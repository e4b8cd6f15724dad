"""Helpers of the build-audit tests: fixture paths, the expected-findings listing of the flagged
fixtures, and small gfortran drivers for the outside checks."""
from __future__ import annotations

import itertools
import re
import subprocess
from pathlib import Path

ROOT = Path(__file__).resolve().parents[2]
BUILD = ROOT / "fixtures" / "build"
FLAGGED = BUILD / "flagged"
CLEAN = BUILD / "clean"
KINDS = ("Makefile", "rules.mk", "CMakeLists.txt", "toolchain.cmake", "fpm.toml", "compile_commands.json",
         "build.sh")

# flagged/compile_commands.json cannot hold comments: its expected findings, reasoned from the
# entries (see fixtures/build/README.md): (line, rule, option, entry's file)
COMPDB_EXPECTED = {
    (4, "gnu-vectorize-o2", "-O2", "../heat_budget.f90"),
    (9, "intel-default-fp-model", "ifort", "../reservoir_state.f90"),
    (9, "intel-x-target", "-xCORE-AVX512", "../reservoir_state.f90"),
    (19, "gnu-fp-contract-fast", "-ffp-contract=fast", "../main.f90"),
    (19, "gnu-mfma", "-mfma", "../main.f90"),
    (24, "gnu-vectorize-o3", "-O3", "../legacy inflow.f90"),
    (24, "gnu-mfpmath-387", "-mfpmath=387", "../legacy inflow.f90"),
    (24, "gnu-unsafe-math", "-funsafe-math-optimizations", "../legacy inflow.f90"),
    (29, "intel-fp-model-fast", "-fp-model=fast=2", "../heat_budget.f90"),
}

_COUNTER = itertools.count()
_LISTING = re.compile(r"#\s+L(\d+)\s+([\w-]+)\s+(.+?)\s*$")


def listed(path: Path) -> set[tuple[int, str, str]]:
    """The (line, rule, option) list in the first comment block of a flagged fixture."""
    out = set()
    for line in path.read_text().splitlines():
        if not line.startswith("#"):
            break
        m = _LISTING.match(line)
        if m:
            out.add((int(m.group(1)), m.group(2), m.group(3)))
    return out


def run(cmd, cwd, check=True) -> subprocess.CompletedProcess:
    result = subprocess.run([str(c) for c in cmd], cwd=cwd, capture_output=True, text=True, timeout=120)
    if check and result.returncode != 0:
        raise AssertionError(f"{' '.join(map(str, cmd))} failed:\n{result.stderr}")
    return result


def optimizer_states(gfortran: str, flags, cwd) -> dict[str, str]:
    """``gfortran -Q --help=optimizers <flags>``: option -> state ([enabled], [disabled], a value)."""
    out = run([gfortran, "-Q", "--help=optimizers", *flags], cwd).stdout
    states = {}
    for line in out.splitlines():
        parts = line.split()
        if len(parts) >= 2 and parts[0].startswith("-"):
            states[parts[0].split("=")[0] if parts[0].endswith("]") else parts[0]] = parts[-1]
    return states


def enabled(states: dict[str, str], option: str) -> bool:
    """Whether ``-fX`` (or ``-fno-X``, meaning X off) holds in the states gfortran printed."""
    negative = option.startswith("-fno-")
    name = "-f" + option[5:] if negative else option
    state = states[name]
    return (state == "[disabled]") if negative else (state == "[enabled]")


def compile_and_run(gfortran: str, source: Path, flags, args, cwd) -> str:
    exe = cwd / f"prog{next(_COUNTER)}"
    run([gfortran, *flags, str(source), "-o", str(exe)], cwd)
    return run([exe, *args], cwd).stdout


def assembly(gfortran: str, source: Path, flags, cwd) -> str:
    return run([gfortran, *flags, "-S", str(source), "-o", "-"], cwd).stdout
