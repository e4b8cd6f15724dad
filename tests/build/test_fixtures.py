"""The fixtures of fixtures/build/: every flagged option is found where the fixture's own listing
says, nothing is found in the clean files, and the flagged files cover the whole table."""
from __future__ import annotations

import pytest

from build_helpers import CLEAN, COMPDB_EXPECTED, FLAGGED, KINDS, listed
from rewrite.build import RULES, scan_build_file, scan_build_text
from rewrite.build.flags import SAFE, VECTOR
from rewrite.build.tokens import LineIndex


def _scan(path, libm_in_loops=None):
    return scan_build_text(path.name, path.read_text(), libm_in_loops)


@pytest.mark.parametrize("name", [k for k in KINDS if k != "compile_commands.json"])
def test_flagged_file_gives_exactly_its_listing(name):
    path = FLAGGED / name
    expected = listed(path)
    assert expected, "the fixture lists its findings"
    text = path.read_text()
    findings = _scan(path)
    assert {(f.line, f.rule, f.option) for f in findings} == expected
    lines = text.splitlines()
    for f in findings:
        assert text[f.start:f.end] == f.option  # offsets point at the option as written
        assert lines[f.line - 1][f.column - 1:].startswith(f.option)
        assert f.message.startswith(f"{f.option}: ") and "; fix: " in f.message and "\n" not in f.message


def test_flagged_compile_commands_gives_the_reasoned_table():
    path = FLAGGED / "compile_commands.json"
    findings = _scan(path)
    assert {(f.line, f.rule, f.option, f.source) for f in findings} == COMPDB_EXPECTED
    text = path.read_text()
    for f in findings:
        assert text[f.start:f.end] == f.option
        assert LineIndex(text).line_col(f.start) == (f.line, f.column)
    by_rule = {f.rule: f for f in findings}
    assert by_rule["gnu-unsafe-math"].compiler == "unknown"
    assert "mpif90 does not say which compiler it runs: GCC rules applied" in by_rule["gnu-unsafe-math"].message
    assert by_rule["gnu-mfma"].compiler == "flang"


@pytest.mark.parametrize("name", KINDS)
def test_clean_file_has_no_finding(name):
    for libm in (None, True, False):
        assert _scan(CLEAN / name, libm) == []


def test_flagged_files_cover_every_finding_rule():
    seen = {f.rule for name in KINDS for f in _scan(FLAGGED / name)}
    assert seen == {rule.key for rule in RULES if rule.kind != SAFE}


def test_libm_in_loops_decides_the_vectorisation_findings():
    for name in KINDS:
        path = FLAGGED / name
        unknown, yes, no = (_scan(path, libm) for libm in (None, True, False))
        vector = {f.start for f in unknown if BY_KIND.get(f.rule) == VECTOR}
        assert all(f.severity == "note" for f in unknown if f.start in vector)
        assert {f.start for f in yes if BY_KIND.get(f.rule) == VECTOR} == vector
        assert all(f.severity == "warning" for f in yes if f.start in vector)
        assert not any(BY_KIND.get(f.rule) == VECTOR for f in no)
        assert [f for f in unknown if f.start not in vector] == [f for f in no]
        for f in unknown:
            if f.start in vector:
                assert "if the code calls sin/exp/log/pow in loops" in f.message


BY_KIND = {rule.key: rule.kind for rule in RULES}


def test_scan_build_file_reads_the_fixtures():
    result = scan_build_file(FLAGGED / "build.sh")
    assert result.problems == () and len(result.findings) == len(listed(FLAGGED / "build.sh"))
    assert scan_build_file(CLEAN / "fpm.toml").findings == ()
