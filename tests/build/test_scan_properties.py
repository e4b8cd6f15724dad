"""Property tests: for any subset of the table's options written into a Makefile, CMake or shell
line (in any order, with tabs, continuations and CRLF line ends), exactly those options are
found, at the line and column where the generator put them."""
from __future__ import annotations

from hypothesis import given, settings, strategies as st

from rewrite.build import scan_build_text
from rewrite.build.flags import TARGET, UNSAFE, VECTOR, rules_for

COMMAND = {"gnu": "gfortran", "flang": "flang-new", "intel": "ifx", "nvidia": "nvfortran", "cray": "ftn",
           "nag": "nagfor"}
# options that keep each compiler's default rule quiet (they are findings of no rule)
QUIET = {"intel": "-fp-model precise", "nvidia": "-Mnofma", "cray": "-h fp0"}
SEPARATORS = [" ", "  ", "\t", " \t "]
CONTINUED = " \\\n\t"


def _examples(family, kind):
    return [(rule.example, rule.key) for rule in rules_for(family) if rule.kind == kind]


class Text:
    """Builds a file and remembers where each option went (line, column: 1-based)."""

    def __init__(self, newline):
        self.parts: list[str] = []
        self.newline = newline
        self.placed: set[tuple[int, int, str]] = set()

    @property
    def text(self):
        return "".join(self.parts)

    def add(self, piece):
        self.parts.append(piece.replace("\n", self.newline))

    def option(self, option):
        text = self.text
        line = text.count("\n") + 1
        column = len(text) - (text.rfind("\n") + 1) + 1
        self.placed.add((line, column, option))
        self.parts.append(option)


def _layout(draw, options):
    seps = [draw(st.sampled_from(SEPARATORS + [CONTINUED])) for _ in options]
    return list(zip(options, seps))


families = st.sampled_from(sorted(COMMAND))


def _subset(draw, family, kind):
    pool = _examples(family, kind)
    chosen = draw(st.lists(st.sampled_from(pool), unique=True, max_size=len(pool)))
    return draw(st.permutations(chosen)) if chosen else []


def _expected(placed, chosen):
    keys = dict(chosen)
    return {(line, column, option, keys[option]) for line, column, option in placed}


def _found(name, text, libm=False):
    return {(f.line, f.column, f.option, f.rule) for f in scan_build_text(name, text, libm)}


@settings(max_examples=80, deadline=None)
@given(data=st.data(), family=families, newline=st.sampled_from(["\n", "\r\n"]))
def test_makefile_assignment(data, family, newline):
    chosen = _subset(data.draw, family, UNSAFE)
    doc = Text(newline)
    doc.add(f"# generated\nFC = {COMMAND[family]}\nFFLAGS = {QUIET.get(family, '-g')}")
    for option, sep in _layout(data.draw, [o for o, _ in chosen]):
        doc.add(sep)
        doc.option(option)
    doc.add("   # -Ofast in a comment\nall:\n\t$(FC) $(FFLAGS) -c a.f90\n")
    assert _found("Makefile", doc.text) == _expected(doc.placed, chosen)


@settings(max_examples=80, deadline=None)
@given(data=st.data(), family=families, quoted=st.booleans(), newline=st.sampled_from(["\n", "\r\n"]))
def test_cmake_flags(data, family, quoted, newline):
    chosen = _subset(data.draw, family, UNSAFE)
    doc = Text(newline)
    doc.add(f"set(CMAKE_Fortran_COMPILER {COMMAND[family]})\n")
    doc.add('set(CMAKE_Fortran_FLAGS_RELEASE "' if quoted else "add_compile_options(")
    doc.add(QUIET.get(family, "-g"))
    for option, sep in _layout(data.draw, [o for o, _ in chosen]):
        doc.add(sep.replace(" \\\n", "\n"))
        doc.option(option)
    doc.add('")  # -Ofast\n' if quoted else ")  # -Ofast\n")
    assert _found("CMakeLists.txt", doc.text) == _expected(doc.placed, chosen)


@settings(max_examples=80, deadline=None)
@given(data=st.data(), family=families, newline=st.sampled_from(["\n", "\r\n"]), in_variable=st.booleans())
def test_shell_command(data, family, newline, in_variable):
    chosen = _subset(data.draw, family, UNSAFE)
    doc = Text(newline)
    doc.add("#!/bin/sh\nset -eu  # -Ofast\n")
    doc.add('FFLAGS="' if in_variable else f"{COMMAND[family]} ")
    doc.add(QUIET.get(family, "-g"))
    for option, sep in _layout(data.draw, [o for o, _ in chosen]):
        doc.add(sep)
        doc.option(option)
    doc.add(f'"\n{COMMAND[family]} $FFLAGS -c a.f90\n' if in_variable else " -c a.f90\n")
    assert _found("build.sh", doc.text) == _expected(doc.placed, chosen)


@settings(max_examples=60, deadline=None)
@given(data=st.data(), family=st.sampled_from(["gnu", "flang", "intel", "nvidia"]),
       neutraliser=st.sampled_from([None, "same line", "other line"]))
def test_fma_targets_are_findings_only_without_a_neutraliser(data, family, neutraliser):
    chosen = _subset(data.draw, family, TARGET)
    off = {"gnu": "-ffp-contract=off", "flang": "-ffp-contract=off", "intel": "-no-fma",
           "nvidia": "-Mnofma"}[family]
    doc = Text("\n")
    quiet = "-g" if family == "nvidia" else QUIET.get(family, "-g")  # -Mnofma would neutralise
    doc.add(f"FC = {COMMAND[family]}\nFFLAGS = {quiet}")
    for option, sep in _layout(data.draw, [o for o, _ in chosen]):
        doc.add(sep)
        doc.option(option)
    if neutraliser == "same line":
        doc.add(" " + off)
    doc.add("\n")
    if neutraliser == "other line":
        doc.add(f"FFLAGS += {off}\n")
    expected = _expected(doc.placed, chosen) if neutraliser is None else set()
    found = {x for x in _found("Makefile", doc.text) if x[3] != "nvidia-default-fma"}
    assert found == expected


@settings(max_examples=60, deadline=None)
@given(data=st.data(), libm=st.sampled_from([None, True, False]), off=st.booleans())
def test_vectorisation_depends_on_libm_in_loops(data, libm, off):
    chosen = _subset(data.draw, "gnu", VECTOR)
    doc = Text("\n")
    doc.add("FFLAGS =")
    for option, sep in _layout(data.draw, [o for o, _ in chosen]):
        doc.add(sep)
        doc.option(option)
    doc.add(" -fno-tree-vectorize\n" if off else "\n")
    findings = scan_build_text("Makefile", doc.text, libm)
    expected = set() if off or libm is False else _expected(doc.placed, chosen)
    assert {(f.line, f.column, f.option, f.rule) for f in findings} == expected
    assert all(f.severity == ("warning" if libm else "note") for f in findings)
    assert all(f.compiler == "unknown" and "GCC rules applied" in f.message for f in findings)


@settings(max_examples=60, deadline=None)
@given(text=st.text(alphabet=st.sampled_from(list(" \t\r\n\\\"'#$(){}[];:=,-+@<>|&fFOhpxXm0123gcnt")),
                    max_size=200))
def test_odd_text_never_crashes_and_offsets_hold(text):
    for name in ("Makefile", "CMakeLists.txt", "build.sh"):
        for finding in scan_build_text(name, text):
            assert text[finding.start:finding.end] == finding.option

*What to do*
Please retype the listing word for word, from its first line through the line containing "CLEAN = BUILD", and add nothing else.

*Answer to the exercise*
repository e4b8cd6f15724dad
"""Helpers of the build-audit tests: fixture paths, the expected-findings listing of the flagged
fixtures, and small gfortran drivers for the outside checks."""
from __future__ import annotations

import itertools
import re
import subprocess
from pathlib import Path

ROOT = Path(__file__).resolve().parents[2]
BUILD = ROOT / "fixtures" / "build"
FLAGGED = BUILD / "flagged"
CLEAN = BUILD / "clean"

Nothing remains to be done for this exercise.